• Aim of the exercise: From the records below, extract only the lines running from the line with "a second of" to the line with "(&one as *const", both lines included, reproducing them exactly.

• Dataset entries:
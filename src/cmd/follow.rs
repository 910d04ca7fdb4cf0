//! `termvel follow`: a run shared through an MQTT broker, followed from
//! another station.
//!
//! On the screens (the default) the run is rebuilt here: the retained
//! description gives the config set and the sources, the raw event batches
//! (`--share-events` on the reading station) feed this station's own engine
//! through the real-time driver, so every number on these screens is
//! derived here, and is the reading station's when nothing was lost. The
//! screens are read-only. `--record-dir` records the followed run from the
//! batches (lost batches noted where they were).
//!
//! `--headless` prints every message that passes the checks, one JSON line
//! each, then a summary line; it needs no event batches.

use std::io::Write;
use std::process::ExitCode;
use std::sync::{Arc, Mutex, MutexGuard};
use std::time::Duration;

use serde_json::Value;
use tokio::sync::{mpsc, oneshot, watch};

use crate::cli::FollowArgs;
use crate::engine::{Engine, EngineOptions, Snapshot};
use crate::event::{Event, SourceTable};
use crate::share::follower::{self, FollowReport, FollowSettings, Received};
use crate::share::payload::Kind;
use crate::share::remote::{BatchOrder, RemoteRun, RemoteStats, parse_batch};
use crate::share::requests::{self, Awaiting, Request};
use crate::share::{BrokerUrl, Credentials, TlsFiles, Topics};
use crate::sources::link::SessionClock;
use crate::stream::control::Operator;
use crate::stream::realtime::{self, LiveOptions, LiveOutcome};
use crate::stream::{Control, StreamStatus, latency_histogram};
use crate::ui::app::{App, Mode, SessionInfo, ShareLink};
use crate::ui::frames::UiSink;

--

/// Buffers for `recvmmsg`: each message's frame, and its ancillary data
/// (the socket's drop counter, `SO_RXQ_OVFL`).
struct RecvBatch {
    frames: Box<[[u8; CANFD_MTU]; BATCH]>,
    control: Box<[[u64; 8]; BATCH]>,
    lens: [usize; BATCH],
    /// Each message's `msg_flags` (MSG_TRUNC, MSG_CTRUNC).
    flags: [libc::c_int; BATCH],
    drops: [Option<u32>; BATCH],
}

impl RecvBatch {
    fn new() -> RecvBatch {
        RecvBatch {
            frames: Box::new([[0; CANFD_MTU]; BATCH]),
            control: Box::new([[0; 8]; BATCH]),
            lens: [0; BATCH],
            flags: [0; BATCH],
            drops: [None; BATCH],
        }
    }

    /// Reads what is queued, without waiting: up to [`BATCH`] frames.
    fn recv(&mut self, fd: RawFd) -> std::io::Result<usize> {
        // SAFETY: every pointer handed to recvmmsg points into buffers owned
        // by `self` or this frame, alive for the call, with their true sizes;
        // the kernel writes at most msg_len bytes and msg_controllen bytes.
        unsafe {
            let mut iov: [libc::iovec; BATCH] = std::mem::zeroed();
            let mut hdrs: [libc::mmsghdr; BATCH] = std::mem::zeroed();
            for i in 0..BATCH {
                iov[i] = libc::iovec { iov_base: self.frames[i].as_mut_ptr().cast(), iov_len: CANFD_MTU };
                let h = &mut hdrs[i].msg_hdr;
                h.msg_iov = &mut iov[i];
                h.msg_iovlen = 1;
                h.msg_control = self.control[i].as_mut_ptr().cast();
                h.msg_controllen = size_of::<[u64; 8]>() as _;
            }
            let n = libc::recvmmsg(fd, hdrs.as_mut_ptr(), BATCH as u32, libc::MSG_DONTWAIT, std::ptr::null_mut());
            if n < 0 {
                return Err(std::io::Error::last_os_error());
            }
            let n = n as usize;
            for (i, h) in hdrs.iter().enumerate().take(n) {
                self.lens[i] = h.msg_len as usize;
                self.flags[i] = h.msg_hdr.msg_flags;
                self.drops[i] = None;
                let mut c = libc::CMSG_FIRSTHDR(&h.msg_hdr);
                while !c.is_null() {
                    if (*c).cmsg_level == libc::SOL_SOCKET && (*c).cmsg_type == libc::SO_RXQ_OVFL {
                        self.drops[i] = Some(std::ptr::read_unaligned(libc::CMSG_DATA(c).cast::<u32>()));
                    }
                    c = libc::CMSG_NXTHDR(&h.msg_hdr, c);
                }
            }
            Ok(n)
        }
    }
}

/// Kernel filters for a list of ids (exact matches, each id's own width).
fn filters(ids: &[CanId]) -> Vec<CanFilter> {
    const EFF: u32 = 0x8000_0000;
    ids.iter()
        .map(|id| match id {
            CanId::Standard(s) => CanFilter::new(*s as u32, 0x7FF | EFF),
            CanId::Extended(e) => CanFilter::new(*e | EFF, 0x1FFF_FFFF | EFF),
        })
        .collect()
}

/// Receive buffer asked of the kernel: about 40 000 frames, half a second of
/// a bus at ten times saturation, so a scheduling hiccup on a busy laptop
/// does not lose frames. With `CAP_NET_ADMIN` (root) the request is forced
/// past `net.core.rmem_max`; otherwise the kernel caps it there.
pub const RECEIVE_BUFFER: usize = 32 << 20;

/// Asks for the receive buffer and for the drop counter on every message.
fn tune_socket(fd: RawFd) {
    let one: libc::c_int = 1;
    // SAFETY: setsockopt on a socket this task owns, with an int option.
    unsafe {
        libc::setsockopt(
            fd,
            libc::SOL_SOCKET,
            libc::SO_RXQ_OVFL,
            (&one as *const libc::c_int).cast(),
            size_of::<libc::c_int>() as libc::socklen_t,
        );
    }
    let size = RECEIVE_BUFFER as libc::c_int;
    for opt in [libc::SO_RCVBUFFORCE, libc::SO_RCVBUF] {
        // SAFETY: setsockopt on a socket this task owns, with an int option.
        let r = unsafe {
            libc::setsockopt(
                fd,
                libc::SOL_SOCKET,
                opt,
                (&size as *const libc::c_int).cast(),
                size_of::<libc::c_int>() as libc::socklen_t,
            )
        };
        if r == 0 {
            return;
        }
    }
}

--

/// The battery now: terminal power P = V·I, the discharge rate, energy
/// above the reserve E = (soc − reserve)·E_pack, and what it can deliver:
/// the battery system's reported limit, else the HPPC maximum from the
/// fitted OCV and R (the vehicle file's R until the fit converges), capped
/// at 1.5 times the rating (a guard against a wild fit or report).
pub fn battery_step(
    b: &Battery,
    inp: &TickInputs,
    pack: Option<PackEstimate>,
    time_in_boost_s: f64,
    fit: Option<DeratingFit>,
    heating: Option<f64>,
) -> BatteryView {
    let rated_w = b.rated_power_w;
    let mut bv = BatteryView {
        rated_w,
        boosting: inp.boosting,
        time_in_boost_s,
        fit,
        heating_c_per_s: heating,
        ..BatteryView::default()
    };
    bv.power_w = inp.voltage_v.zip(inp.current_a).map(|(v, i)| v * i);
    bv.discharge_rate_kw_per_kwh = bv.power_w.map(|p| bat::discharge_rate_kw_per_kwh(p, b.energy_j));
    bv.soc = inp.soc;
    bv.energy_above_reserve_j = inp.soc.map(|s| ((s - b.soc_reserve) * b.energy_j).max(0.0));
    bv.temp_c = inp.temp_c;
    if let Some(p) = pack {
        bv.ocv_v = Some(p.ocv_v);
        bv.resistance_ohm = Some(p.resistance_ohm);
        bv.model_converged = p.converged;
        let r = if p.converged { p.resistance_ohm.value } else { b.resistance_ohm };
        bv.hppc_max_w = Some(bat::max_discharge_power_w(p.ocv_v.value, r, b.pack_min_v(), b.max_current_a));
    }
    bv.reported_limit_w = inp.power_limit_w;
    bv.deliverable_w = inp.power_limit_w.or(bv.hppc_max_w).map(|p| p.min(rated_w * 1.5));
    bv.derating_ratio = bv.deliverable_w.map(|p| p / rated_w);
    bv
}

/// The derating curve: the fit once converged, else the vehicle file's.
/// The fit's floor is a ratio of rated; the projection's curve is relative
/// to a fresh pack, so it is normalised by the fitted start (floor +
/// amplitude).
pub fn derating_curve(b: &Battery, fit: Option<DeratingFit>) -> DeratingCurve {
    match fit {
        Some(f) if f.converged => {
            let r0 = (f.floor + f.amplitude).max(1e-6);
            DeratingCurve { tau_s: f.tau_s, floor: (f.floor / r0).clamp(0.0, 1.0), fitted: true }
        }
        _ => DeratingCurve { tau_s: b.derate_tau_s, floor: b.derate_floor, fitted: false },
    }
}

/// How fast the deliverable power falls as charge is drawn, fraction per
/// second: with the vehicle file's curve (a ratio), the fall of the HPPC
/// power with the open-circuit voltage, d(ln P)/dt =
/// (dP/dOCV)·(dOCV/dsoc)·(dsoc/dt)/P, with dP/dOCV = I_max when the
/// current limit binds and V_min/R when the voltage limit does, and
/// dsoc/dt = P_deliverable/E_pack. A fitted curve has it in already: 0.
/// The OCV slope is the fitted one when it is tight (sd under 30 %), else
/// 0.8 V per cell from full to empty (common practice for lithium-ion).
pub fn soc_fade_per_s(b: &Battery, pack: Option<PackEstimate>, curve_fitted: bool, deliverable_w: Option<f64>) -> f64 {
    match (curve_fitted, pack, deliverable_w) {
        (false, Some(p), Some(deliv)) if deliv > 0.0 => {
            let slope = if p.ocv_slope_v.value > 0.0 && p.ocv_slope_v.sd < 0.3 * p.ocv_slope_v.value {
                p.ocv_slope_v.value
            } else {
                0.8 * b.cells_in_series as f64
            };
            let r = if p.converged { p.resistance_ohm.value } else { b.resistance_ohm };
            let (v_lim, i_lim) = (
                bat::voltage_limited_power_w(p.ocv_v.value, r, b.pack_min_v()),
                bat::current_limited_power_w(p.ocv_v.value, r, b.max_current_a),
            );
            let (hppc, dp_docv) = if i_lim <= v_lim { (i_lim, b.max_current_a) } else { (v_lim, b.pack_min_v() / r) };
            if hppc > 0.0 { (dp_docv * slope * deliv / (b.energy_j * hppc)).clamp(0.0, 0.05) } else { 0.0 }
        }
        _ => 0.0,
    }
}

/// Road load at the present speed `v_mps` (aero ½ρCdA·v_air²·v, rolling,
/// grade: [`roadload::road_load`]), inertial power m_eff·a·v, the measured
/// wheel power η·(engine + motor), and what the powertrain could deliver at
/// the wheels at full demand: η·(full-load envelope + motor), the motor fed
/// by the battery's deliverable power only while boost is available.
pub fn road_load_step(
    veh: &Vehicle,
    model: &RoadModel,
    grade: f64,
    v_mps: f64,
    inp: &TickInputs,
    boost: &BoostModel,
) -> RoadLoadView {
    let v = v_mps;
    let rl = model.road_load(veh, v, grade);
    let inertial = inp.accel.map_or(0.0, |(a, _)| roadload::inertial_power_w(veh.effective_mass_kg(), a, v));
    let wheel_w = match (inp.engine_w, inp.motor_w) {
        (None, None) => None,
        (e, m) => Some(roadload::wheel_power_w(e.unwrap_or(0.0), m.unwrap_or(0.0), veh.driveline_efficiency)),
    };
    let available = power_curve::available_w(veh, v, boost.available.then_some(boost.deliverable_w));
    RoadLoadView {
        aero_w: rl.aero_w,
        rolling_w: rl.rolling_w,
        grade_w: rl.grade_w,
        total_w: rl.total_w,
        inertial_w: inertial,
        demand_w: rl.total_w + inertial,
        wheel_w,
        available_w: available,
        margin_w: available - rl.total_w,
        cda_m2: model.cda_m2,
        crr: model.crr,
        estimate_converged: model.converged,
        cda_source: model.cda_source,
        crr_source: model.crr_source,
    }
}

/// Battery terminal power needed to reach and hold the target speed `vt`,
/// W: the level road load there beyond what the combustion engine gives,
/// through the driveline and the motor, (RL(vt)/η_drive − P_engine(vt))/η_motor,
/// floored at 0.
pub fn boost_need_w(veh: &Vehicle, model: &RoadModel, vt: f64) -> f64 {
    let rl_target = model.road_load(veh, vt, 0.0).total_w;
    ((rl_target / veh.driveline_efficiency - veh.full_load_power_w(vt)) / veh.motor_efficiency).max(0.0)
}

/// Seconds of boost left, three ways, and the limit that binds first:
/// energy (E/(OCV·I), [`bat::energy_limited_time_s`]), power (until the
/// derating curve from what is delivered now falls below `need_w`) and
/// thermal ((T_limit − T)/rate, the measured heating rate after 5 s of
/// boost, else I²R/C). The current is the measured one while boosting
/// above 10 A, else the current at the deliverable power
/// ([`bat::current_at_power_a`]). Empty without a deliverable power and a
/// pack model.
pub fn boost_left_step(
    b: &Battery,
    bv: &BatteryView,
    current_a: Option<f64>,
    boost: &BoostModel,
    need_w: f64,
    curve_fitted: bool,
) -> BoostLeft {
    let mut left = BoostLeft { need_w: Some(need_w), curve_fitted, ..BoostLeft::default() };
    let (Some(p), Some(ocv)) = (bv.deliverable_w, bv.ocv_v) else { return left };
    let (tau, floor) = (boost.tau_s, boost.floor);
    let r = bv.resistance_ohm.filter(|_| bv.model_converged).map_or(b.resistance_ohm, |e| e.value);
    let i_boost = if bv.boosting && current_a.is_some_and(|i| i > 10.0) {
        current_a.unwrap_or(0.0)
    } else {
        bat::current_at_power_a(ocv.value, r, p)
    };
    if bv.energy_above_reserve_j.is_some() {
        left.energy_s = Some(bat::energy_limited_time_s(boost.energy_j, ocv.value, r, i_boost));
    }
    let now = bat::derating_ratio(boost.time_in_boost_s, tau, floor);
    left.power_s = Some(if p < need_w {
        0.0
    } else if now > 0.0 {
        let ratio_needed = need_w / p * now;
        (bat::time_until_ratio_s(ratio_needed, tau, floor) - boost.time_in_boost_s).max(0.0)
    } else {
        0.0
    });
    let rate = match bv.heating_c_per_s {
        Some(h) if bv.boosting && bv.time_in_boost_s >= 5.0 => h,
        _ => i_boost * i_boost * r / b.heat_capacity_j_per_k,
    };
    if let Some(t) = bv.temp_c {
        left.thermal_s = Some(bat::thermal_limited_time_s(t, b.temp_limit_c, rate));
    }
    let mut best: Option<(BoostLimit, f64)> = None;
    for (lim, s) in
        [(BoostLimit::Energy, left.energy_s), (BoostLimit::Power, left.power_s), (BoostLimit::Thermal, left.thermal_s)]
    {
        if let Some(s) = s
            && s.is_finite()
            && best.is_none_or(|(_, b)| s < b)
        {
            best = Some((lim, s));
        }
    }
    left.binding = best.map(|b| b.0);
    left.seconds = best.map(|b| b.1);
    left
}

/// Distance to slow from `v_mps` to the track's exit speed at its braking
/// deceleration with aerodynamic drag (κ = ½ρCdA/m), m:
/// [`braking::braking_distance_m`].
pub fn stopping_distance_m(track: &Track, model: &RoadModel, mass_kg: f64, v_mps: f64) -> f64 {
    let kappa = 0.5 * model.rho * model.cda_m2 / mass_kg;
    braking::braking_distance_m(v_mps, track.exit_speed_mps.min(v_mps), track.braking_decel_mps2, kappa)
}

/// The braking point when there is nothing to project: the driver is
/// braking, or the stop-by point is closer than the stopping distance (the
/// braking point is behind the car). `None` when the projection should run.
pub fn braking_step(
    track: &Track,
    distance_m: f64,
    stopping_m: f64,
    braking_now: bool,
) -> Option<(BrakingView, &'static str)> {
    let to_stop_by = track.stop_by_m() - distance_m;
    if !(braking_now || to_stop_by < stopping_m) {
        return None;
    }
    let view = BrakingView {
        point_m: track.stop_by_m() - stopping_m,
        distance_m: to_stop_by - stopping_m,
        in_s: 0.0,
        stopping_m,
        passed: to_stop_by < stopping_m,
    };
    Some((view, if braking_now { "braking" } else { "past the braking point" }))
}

• Output of the exercise:
/// Receive buffer asked of the kernel: about 40 000 frames, half a second of
/// a bus at ten times saturation, so a scheduling hiccup on a busy laptop
/// does not lose frames. With `CAP_NET_ADMIN` (root) the request is forced
/// past `net.core.rmem_max`; otherwise the kernel caps it there.
pub const RECEIVE_BUFFER: usize = 32 << 20;

/// Asks for the receive buffer and for the drop counter on every message.
fn tune_socket(fd: RawFd) {
    let one: libc::c_int = 1;
    // SAFETY: setsockopt on a socket this task owns, with an int option.
    unsafe {
        libc::setsockopt(
            fd,
            libc::SOL_SOCKET,
            libc::SO_RXQ_OVFL,
            (&one as *const libc::c_int).cast(),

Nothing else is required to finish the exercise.